• _Prompt_
Could you reproduce, word for word, everything below from the line containing "settings = read_settings(config)" down to the line containing "str(max(volume.files for volume", with both of those lines included and no others?

(Input material)

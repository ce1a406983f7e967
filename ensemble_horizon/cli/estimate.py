"""The command ``estimate``."""

from __future__ import annotations

import click
from rich import box
from rich.console import Console
from rich.table import Table
from rich.text import Text

from ensemble_horizon.cli.session import common_options, console, progress
from ensemble_horizon.night.plan import Plan, VariablePlan, plan_estimate
from ensemble_horizon.night.writing import estimate_and_write
from ensemble_horizon.products import limits_table
from ensemble_horizon.settings import read_settings


@click.command("estimate")
@click.argument("config", type=click.Path())
@click.option(
    "--plan", "only_plan", is_flag=True,
    help="Say what would be read, held in memory and written, and how long it would take.",
)  # fmt: skip
@common_options
def command(config: str, only_plan: bool, quiet: bool) -> None:
    """Measure spread and growth in the runs that CONFIG names, and place the limits.

    Writes horizons.csv, horizons.nc, horizon_maps.nc and figures/ to the folder that CONFIG
    names, and prints the table of limits, the shortest first. With --plan nothing is computed or
    written: headers are read, and a few blocks to measure the time.
    """
    settings = read_settings(config)
    if only_plan:
        plan = plan_estimate(settings)
        if not quiet:
            _show(console(), plan)
        return
    with progress(quiet) as bars:
        found, paths = estimate_and_write(settings, bars)
    if quiet:
        return
    screen = console()
    screen.print(limits_table(found.results))
    folder = settings.path(settings.products.folder).resolve()
    screen.print(f"{len(paths)} products in {folder}", highlight=False, soft_wrap=True)


def _show(screen: Console, plan: Plan) -> None:
    table = Table(
        title=f"To be read: {_shape(plan)}",
        title_justify="left",
        box=box.SIMPLE_HEAD,
    )
    table.add_column("variable", overflow="fold")
    for heading in ("files", "fields", "on disk", "values", "decompressed", "chunks", "tasks"):
        table.add_column(heading, justify="right")
    table.add_column("largest task: members x leads x points", justify="right")
    for item in plan.variables:
        table.add_row(*_cells(item))
    screen.print(table)
    for line in (*_costs(plan), *plan.warnings):
        screen.print(Text(line), soft_wrap=True)


def _shape(plan: Plan) -> str:
    counted = (("start", plan.starts), ("member", plan.members), ("lead", plan.leads))
    runs = " x ".join(f"{count} {noun}{'s' if count > 1 else ''}" for noun, count in counted)
    grid = "".join(f" x {length}" for length in plan.grid)
    return f"{runs}{grid}, {plan.files} file{'s' if plan.files > 1 else ''}"


def _cells(item: VariablePlan) -> list[Text]:
    volumes = item.volumes
    block = f"{' x '.join(map(str, item.block))} = {_bytes(item.block_bytes)}"
    cells = [
        item.name,
        str(max(volume.files for volume in volumes)),
        str(sum(volume.fields for volume in volumes)),
        f"about {_bytes(sum(volume.stored for volume in volumes))}",
        _bytes(item.values),
        _bytes(sum(volume.unpacked for volume in volumes)),
        str(sum(volume.reads for volume in volumes) or "none"),
        str(item.tasks),
        block,
    ]
    return [Text(cell) for cell in cells]


def _costs(plan: Plan) -> list[str]:
    workers = f"{plan.workers} worker{'s' if plan.workers > 1 else ''}"
    lines = [
        f"Memory: about {_bytes(plan.task)} a task, {_bytes(plan.kept)} kept between tasks; "
        f"{_bytes(plan.whole)} in all with {workers} and the libraries."
    ]
    if plan.pace is None or plan.seconds is None:
        lines.append("Time: not measured, because one chunk is more than a sample may read.")
    else:
        points = " and fits of made-up curves" if plan.curve else ""
        lines.append(
            f"Time: {_duration(plan.seconds[0])} to {_duration(plan.seconds[1])} with {workers}, "
            f"figures not counted; scaled from {_bytes(plan.pace.values)} read just now{points}."
        )
    figures = f" and {plan.figures} figures" if plan.figures else ""
    lines.append(f"Products: {', '.join(plan.products)}{figures} in {plan.folder}.")
    lines.append("Nothing was computed or written.")
    return lines


def _bytes(size: float) -> str:
    for unit in ("B", "KiB", "MiB", "GiB"):
        if size < 1024:
            return f"{size:.3g} {unit}" if size < 100 else f"{size:.0f} {unit}"
        size /= 1024
    return f"{size:.3g} TiB" if size < 100 else f"{size:.0f} TiB"


def _duration(seconds: float) -> str:
    if seconds < 90:
        return f"{seconds:.0f} s"
    return f"{seconds / 60:.0f} min" if seconds < 5400 else f"{seconds / 3600:.1f} h"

(End Input material)

• _Solution to this task_
    settings = read_settings(config)
    if only_plan:
        plan = plan_estimate(settings)
        if not quiet:
            _show(console(), plan)
        return
    with progress(quiet) as bars:
        found, paths = estimate_and_write(settings, bars)
    if quiet:
        return
    screen = console()
    screen.print(limits_table(found.results))
    folder = settings.path(settings.products.folder).resolve()
    screen.print(f"{len(paths)} products in {folder}", highlight=False, soft_wrap=True)


def _show(screen: Console, plan: Plan) -> None:
    table = Table(
        title=f"To be read: {_shape(plan)}",
        title_justify="left",
        box=box.SIMPLE_HEAD,
    )
    table.add_column("variable", overflow="fold")
    for heading in ("files", "fields", "on disk", "values", "decompressed", "chunks", "tasks"):
        table.add_column(heading, justify="right")
    table.add_column("largest task: members x leads x points", justify="right")
    for item in plan.variables:
        table.add_row(*_cells(item))
    screen.print(table)
    for line in (*_costs(plan), *plan.warnings):
        screen.print(Text(line), soft_wrap=True)


def _shape(plan: Plan) -> str:
    counted = (("start", plan.starts), ("member", plan.members), ("lead", plan.leads))
    runs = " x ".join(f"{count} {noun}{'s' if count > 1 else ''}" for noun, count in counted)
    grid = "".join(f" x {length}" for length in plan.grid)
    return f"{runs}{grid}, {plan.files} file{'s' if plan.files > 1 else ''}"


def _cells(item: VariablePlan) -> list[Text]:
    volumes = item.volumes
    block = f"{' x '.join(map(str, item.block))} = {_bytes(item.block_bytes)}"
    cells = [
        item.name,
        str(max(volume.files for volume in volumes)),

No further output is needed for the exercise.